Сказав это, он действительно расплакался, а его примеру последовали сейчас же и другие братья. Хотя волки в самом худшем случае могли угрожать жизни, но никак не добродетели панны Сенинской, но их так растрогала речь брата, что сердца их размягчились, как растопленный воск.

Они вздумали даже после ужина стрелять из пистолетов в честь девушки, но этому воспротивился сам хозяин, говоря, что у него в доме лежит больной лесник, человек очень почтенный, которому нужен покой.

Пан Понговский подумал, что это какой-нибудь обедневший родственник хозяина, или, по крайней мере, шляхтич и начал из вежливости расспрашивать о нем; но, узнав, что это был попросту служащий мужик, он пожал плечами и, взглянув недовольным и удивленным взглядом на старого Циприановича, произнес:

— Ах да! Я и забыл, что люди рассказывают о вашем добром сердце.

— Дай Бог, — отвечал пан Серафим, — чтобы не рассказывали ничего худого!.. Я многим обязан этому человеку, а болезнь ведь может случиться с каждым, он же прекрасно понимает в травах и умеет помочь от всяких болезней.

— Тогда удивительно, почему же он не может вылечить самого себя, коли так хорошо помогает другим. Пришлите его когда-нибудь к моей родственнице, пани Винницкой, которая приготовляет из трав различные экстракты и морит ими людей. А пока что разрешите нам подумать об отдыхе, ибо дорога меня страшно утомила, а вино слегка разобрало, так же, как и панов Букоемских.

У Букоемских действительно кружились головы, а глаза заволоклись дымкой и казались растроганными. Когда молодой Циприанович повел их во флигель, где он должен был ночевать вместе с ними, они шли за ним неуверенным шагом по скрипящему снегу, удивляясь, что луна улыбается им и сидит на крыше амбара, вместо того, чтобы светить на небе.

Но панна Сенинская так глубоко запала им в сердце, что братьям хотелось еще поговорить о ней.

Молодой Циприанович тоже не чувствовал желания спать и потому приказал принести кувшин с медом.
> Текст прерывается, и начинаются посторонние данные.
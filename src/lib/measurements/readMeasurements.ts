import { commentFacts } from './commentFacts';
import { mostColumns, mostRows } from './limits';
import { matchColumns } from './matchColumns';
import { readRow, type RowSettings } from './readRow';
import { readUnits } from './readUnits';
import type { ColumnRead, ColumnRole, MeasurementsRead, ReadChoices, RefusedLine } from './reading';
import type { TableRecord } from './records';
import { splitText, type TextLines } from './splitText';
import { tableShape, type TableShape } from './tableShape';
import { textOf } from './textOf';

const nothingRead: MeasurementsRead = {
	problem: null,
	separator: 'comma',
	decimalComma: false,
	header: null,
	columns: [],
	radiusUnit: { unit: 'kpc', why: '' },
	speedUnit: { unit: 'km/s', why: '' },
	name: null,
	source: null,
	distance: null,
	inclination: null,
	rows: [],
	lines: [],
	refused: [],
	comments: []
};

const refusal = ({ line, text }: TableRecord, reason: string): RefusedLine => ({
	line,
	text: text.length > 200 ? `${text.slice(0, 199)}…` : text,
	reason
});

function columnsOf(
	{ header, first, count, decimalComma }: TableShape,
	roles: ReadChoices['roles']
): ColumnRead[] {
	const cells = first.map((row) => row.cells);
	return matchColumns(header.headings, cells, count, decimalComma).map(({ role, why }, i) => {
		const chosen = roles !== undefined && i < roles.length;
		return {
			heading: header.headings?.[i]?.text ?? null,
			unit: header.headings?.[i]?.unit ?? null,
			role: chosen ? roles[i] : role,
			why: chosen && roles[i] !== role ? 'Chosen here' : why,
			sample: cells.slice(0, 3).map((row) => row[i] ?? '')
		};
	});
}

/** What keeps a table from being read at all: too much of it, or columns missing or given twice. */
function problemOf(
	{ table, count, header }: TableShape,
	{ lines, further }: TextLines,
	columns: readonly ColumnRead[],
	sameError: number | undefined
): string | null {
	if (table.length > mostRows || further > 0) {
		const all = (lines.length + further - header.before).toLocaleString('en-GB');
		return `The table has ${all} rows; at most ${mostRows.toLocaleString('en-GB')} can be kept. Nothing of it was read: bring a part of it, or average neighbouring points.`;
	}
	if (count > mostColumns) {
		return `The table has more than ${mostColumns} columns. Bring only those of the rotation curve.`;
	}
	if (table.length === 0) return 'There are no rows of numbers in this.';
	const used = columns.flatMap(({ role }) => (role ? [role] : []));
	const twice = used.find((role, i) => used.indexOf(role) !== i);
	if (twice) return `Two columns are said to be the ${twice}. Choose one of them.`;
	const wanted: ColumnRole[] =
		sameError === undefined ? ['radius', 'speed', 'error'] : ['radius', 'speed'];
	const missing = wanted.find((role) => !used.includes(role));
	if (missing === undefined) return null;
	const all = missing === 'error' ? ', or give one error for all rows' : '';
	return `No column is known to be the ${missing}. Say below which one it is${all}.`;
}

function readRows(records: readonly TableRecord[], settings: RowSettings) {
	const rows: MeasurementsRead['rows'] = [];
	const lines: number[] = [];
	const refused: RefusedLine[] = [];
	for (const record of records) {
		const read = record.fault ? { reason: record.fault } : readRow(record.cells, settings);
		if ('reason' in read) {
			refused.push(refusal(record, read.reason));
			continue;
		}
		rows.push(read.row);
		lines.push(record.line);
	}
	return { rows, lines, refused };
}

function readTable(text: TextLines, choices: ReadChoices): MeasurementsRead {
	const { sameError } = choices;
	const shape = tableShape(text, choices);
	const comments = text.comments.map((comment) => comment.text);
	const facts = commentFacts(comments);
	const columns = columnsOf(shape, choices.roles);
	const { radiusUnit, speedUnit } = readUnits(columns, facts, choices);
	const distance = choices.distance === undefined ? facts.distance : choices.distance;
	const { header, separator, decimalComma, count, least } = shape;
	const read: MeasurementsRead = {
		...nothingRead,
		problem: problemOf(shape, text, columns, sameError),
		separator,
		decimalComma,
		header: header.headings?.map((heading) => heading.text) ?? null,
		columns,
		radiusUnit,
		speedUnit,
		name: facts.name,
		source: facts.source,
		distance,
		inclination: facts.inclination,
		refused: header.broken.map((record) =>
			refusal(record, record.fault ?? 'It stands above the first row and is no heading.')
		),
		comments
	};
	if (read.problem) return read;
	const { rows, lines, refused } = readRows(shape.table, {
		columns: Object.fromEntries(columns.flatMap(({ role }, i) => (role ? [[role, i]] : []))),
		count,
		least,
		comma: decimalComma,
		radiusUnit: radiusUnit.unit,
		speedUnit: speedUnit.unit,
		distance,
		sameError
	});
	const problem =
		rows.length === 0 ? 'No line could be read as a row; the reasons stand below.' : null;
	return { ...read, problem, rows, lines, refused: [...read.refused, ...refused] };
}

/**
 * Reads a table of observed speeds: comma, tab, semicolon, bar or blanks between cells, with or
 * without headings and comments. Never throws; what cannot be read is said in `problem` and `refused`.
 * @param input text, or the bytes of a file
 */
export function readMeasurements(
	input: string | Uint8Array,
	choices: ReadChoices = {}
): MeasurementsRead {
	const read = textOf(input);
	if ('problem' in read) return { ...nothingRead, problem: read.problem };
	const text = splitText(read.text);
	if (text.lines.length > 0) return readTable(text, choices);
	return {
		...nothingRead,
		comments: text.comments.map((comment) => comment.text),
		problem:
			text.comments.length > 0
				? 'There is nothing but comments in this.'
				: 'There is nothing in this. Paste a table, or choose a file that holds one.'
	};
}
Усевшись около большой печи, они начали молча попивать мед, прислушиваясь к щелканию сверчков в комнате.

Наконец самый старший из братьев, Ян, набрал в грудь воздуха, потом с такой силой выдохнул его прямо в печь, что пламя заколебалось, и сказал:

— О Господи! Братья мои милые! Плачьте надо мной, ибо пришли для меня тяжелые времена.

— Какие времена? Говори, не скрывай!

— А вот влюбился я так, что прямо ноги подкашиваются.

— А я, ты думаешь, не влюбился? — воскликнул Лука.

— А я? — подхватил Матвей.

— А я? — кончил Марк.

Ян хотел им что-то ответить, но сразу не мог, потому что у него началась икота. Он изумленно вытаращил глаза и уставился на них так, точно видел их в первый раз в жизни.

Наконец гнев выразился на его лице.

— Как, собачьи сыны! — воскликнул он. — Вы хотите встать поперек дороги старшему брату и лишить его счастья?!